-- Assigned task --
Only the lines from the top of the data through the one with "the same chain" are to be written out, each exactly as it stands.

-- Excerpted records --
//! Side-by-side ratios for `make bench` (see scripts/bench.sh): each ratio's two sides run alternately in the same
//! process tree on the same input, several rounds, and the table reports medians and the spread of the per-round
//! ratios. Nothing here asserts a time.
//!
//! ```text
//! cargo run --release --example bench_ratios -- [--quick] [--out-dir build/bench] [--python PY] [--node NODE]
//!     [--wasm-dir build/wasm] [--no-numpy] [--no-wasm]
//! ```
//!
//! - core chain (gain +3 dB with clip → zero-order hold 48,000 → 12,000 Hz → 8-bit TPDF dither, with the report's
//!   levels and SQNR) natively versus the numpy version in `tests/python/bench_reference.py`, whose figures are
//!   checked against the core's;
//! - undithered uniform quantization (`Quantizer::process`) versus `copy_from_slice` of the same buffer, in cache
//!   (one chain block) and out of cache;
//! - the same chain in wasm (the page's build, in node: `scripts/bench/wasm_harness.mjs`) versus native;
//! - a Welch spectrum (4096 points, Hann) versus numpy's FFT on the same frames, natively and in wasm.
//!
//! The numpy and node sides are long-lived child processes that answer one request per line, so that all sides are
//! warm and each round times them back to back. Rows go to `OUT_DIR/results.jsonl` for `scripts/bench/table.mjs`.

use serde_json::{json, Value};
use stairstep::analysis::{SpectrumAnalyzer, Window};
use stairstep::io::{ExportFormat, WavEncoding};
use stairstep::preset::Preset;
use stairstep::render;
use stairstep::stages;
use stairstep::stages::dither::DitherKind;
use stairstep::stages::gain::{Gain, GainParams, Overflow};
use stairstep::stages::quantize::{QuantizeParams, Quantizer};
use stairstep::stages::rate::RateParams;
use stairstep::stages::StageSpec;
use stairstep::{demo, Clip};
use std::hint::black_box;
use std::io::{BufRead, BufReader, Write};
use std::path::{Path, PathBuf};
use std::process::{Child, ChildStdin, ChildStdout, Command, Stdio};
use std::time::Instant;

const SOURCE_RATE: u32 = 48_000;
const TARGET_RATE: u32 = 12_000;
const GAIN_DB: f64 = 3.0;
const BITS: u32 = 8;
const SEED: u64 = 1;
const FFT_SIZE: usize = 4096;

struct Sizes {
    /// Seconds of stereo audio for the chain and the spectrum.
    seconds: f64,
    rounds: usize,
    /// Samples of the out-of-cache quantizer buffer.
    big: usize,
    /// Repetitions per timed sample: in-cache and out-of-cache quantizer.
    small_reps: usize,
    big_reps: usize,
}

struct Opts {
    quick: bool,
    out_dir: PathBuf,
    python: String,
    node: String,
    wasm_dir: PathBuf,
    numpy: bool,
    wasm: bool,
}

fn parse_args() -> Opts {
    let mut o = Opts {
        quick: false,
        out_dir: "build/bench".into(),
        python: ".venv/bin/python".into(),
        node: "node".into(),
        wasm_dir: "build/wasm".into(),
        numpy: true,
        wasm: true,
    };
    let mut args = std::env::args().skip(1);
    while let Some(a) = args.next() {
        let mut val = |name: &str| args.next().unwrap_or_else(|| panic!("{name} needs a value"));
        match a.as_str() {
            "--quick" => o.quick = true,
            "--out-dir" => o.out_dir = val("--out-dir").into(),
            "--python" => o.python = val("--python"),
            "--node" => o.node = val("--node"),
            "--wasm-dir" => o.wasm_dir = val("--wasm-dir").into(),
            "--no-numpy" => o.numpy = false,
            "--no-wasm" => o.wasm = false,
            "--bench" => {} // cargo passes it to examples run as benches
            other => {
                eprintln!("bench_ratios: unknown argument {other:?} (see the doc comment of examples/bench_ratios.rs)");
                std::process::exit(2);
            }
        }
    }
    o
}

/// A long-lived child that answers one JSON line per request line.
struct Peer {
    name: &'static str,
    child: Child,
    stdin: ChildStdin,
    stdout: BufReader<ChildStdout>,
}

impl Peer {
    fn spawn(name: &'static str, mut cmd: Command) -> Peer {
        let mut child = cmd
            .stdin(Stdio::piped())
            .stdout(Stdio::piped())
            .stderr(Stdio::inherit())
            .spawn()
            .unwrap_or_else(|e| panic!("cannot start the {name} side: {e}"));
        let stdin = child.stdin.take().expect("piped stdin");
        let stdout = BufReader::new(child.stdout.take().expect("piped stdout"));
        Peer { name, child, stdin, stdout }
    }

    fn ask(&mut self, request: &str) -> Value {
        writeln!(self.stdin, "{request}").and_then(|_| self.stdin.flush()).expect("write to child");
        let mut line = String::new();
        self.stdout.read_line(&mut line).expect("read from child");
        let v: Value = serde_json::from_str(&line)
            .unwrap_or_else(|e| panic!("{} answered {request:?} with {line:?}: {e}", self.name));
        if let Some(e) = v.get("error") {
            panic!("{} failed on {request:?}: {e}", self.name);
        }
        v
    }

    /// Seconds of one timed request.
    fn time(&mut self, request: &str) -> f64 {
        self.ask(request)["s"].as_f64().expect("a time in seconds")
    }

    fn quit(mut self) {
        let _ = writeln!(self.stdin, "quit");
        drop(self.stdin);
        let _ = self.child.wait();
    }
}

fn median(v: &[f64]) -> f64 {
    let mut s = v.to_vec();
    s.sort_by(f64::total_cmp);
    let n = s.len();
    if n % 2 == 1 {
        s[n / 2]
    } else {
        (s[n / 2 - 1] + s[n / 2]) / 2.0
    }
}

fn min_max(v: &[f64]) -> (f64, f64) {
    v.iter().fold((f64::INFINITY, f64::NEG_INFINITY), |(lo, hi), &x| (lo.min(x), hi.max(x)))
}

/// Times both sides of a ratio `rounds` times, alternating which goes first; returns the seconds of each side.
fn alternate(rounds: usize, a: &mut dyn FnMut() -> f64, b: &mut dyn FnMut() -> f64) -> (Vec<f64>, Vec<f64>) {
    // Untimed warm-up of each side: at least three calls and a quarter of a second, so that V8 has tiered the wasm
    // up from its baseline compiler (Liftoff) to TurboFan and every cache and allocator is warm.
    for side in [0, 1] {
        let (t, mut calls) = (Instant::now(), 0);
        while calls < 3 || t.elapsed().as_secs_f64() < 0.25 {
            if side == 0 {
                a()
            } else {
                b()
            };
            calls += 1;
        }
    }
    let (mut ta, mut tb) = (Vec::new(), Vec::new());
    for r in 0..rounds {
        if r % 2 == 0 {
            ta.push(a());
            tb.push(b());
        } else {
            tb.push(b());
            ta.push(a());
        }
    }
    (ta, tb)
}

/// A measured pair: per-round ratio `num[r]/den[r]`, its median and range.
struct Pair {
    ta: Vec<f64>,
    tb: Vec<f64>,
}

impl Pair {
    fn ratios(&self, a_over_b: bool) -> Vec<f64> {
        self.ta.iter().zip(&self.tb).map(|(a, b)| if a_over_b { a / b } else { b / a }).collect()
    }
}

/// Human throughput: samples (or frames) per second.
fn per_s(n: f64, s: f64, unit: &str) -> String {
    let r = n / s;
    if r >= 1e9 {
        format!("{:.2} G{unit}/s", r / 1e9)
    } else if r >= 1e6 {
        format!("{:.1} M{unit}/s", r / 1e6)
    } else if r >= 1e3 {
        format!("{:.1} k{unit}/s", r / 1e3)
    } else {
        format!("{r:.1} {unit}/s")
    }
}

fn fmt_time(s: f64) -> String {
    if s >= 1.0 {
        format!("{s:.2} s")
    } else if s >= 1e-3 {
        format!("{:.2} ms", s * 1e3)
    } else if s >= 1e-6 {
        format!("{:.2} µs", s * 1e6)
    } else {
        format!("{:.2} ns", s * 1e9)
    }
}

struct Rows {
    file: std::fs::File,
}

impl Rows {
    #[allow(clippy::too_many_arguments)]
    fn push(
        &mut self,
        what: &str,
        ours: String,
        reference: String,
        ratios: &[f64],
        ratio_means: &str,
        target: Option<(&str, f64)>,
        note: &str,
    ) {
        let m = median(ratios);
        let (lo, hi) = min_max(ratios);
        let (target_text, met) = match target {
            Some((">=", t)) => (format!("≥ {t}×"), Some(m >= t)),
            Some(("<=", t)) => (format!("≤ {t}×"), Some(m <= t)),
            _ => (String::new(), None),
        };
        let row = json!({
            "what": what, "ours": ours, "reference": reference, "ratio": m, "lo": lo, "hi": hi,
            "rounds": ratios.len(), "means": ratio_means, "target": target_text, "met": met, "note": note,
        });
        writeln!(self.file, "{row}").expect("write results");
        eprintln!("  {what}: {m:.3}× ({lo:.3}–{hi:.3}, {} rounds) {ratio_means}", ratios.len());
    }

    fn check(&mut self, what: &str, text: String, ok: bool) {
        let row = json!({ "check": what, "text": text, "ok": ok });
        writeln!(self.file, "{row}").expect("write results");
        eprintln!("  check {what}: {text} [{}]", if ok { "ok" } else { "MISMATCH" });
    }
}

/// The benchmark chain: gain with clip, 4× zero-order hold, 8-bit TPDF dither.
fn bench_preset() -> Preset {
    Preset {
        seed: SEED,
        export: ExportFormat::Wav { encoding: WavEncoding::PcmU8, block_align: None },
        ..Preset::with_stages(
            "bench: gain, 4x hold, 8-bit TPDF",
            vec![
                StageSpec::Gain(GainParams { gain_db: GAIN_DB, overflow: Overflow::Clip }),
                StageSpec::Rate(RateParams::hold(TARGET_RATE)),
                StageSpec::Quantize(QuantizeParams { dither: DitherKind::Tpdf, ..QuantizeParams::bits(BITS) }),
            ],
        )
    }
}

-- Reply to the exercise --
//! Side-by-side ratios for `make bench` (see scripts/bench.sh): each ratio's two sides run alternately in the same
//! process tree on the same input, several rounds, and the table reports medians and the spread of the per-round
//! ratios. Nothing here asserts a time.
//!
//! ```text
//! cargo run --release --example bench_ratios -- [--quick] [--out-dir build/bench] [--python PY] [--node NODE]
//!     [--wasm-dir build/wasm] [--no-numpy] [--no-wasm]
//! ```
//!
//! - core chain (gain +3 dB with clip → zero-order hold 48,000 → 12,000 Hz → 8-bit TPDF dither, with the report's
//!   levels and SQNR) natively versus the numpy version in `tests/python/bench_reference.py`, whose figures are
//!   checked against the core's;
//! - undithered uniform quantization (`Quantizer::process`) versus `copy_from_slice` of the same buffer, in cache
//!   (one chain block) and out of cache;
//! - the same chain in wasm (the page's build, in node: `scripts/bench/wasm_harness.mjs`) versus native;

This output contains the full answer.